I hadn’t realized until recently just how much OpenAI had donated to Trump, I need to do a deeper dive on the story. Right now I’m only paying for a Claude subscription from Anthropic, who haven’t materially supported the Trump campaign. Need to look into it more.
Is the ability to create truly novel concepts even necessary for human-level AI?
I hate to come across all post-modernist, but I'm pretty sure that most humans can't create truly novel concepts either. Humans _as a species_ can, sure - but the ability seems to me to mostly belong to humanity's geniuses and luminaries, whilst the rest of us seem to manage okay day-to-day without it.
I'm fairly skeptical about whether human-level AI is achievable with anything like the current paradigm, but regarding just 'novelty' specifically I'm afraid I can certainly envision a current-paradigm AI that could entirely replace myself, and most people I know*, without needing to be able to concieve of anything truly novel.

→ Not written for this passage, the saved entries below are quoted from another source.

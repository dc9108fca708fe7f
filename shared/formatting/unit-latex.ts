import { formatRational } from '#shared/numeric/rational.ts';
import type { UnitFactor } from '#shared/units/unit.ts';
import { requireUnit } from './unit-text.ts';

/**
 * A unit in LaTeX: upright, thin spaces between factors, negative powers; empty for a pure number.
 *
 * @throws RangeError when the text is no unit
 * @example unitToLatex('m/s^2') // => '\\mathrm{m\\,s^{-2}}'
 * @example unitToLatex('°') // => '^{\\circ}'
 * @example unitToLatex('1') // => ''
 */
export function unitToLatex(unit: string): string {
  const { factors } = requireUnit(unit);
  if (factors.length === 0) return '';
  if (isPlainDegree(factors)) return '^{\\circ}';
  return `\\mathrm{${factors.map(factorToLatex).join('\\,')}}`;
}

/**
 * What stands between a number and its unit in LaTeX: a thin space, but nothing before ° or a pure number.
 *
 * @throws RangeError when the text is no unit
 * @example unitGapLatex('cm') // => '\\,'
 * @example unitGapLatex('°') // => ''
 */
export function unitGapLatex(unit: string): string {
  const { factors } = requireUnit(unit);
  return factors.length === 0 || isPlainDegree(factors) ? '' : '\\,';
}

/** Signs that LaTeX writes by command inside upright text. */
const SIGNS: Readonly<Record<string, string>> = {
  '°': '{}^{\\circ}',
  '°C': '{}^{\\circ}C',
  Ω: '\\Omega',
  '%': '\\%',
  '‰': '\\text{‰}',
  Å: '\\text{Å}',
};

function factorToLatex({ prefix, name, power }: UnitFactor): string {
  const sign = (prefix === 'µ' ? '\\text{µ}' : prefix) + (SIGNS[name] ?? name);
  const raised = power.d === 1n && power.n === 1n ? '' : `^{${formatRational(power)}}`;
  return raised !== '' && sign.includes('^') ? `{${sign}}${raised}` : sign + raised;
}

function isPlainDegree(factors: readonly UnitFactor[]): boolean {
  const [first] = factors;
  return factors.length === 1 && first?.name === '°' && first.power.n === 1n && first.power.d === 1n;
}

[* but not Andy Masley of course, the man's a genius.]
Pretty much agree!
I like this framework of knowledge vs. concepts; it's new to me but very functional
> AI has been trained on basically the full corpus of human text, rewarded for adhering to our conceptual universe, and punished for straying from it.
I don't think this argument really applies even to today's LLMs nevermind the whole technology.
Yes, in pretraining the model learns next token prediction and the above is more or less true. But in post-training it is rewarded for straying out and exploring, both in reasoning and in tool use. The reward is for getting to the goal, not for taking a human path to it.
Yes, LLMs generate new knowledge constantly.
But conceptual innovation is a coordination problem, not a compute problem.
It requires shifting not just beliefs, but the shared structures that make beliefs legible.
That’s why models feel powerful yet constrained.